Thanks, Ian. I will keep this advice in mind. Especially good to know about the possible failure of commercial apps to support the Cocoa UI property. In my case it will not be an issue because I'm writing a GarageBand specific unit, but I am definitely glad to know about that risk for the future.
In case anybody is curious (or still has good warnings to offer!), what I've done is establish a custom property on my audio unit that returns the "unit controller," an Objective-C class whose task it is to manage properties of the Audio Unit. By exposing this through the AudioUnit API, I'm able to ask for it from my Cocoa view class, which in turn exposes it to the Nib-based AI through a single "auController" keyed value. The Nib then contains a bindings controller object connected to the view's auController. The auController property is dependent on the audio unit (setAU), so whenever it changes, the corresponding auController object changes and consequently repopulates the Cocoa UI.
Through this arrangement, I'm able to bind all of my UI values to the audio unit. I understand that I've thrown flexibility for a future non-Cocoa view out the window, but I don't anticipate that happening, and if it does I'll have to write a new straight-C layer on top of my Cocoa model, anyway.
The main concern I have now is whether I'm jinxing the "preset" concept by doing all of my configuration behind CoreAudio's back. I've seen some references in the archives about having to expose at least one Parameter in order to get presets functioning correctly.

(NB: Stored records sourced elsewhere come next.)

import type { PlanDraft } from '../../../../src/annealing/PlanDraft.ts';

/** A fresh plan draft for one section, as generateAnnealingPlan starts it, with the running state overridable. */
export function draftFor(overrides: Partial<PlanDraft> & Pick<PlanDraft, 'thicknessMm' | 'diffusivityMm2PerS'>): PlanDraft {
  return {
    halfThicknessMm: overrides.thicknessMm / 2,
    allowedGradientC: 2,
    soakToleranceC: 1,
    biot: Number.POSITIVE_INFINITY,
    ovenLimits: {},
    temperatureC: 23,
    elapsedH: 0,
    pendingLagC: 0,
    segments: [],
    rampChecks: [],
    soakChecks: [],
    warnings: [],
    notes: [],
    sources: new Map(),
    ...overrides,
  };
}
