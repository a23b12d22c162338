import type { Measured } from '../uncertainty/Measured.ts';

/**
 * A material fringe value from one calibration specimen, at the wavelength of the reading.
 * Undefined (not thrown) when the fringe order cannot be told from zero within 2·u(N): a
 * ratio whose denominator is all noise is no calibration.
 */
export type FringeValueCalibration =
  | { defined: true; fringeValueNPerMm: Measured; wavelengthNm: number; formula: string }
  | { defined: false; reason: string; wavelengthNm: number };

I will have to cross the bridge (if it exists!) when I get there :)
I can imagine readers now thinking "you should publish your parameters through the standard mechanism so that other applications have a generic interface to it." In this particular case, you'll just have to believe me that we don't want other applications having that kind of control. So in a sense, it's a bonus to us that it can't be used that way.
Daniel On Jan 30, 2006, at 3:52 PM, Ian Kemmish wrote: The Audio Unit API is a "thinnish"-wire protocol, and it's good to keep that if you can. I think Objective-C has a bunch of classes to do with RPC (though I've never used them); maybe you can use those to implement a richer protocol than the basic one without needing to pass pointers around.
A word of warning though - I've just spent two years doing a MusicDevice AU with a Cocoa UI, only to discover that the first commercial host I've tested it with, Digital Performer, appears not to support AU's with Cocoa UIs. At least, it doesn't bother to query the AU's kAudioUnitProperty_CocoaUI property, and MOTU's support department have not got back to me yet. So if you're developing an AU that you hope to use with commercial hosts, you may want to take that into consideration.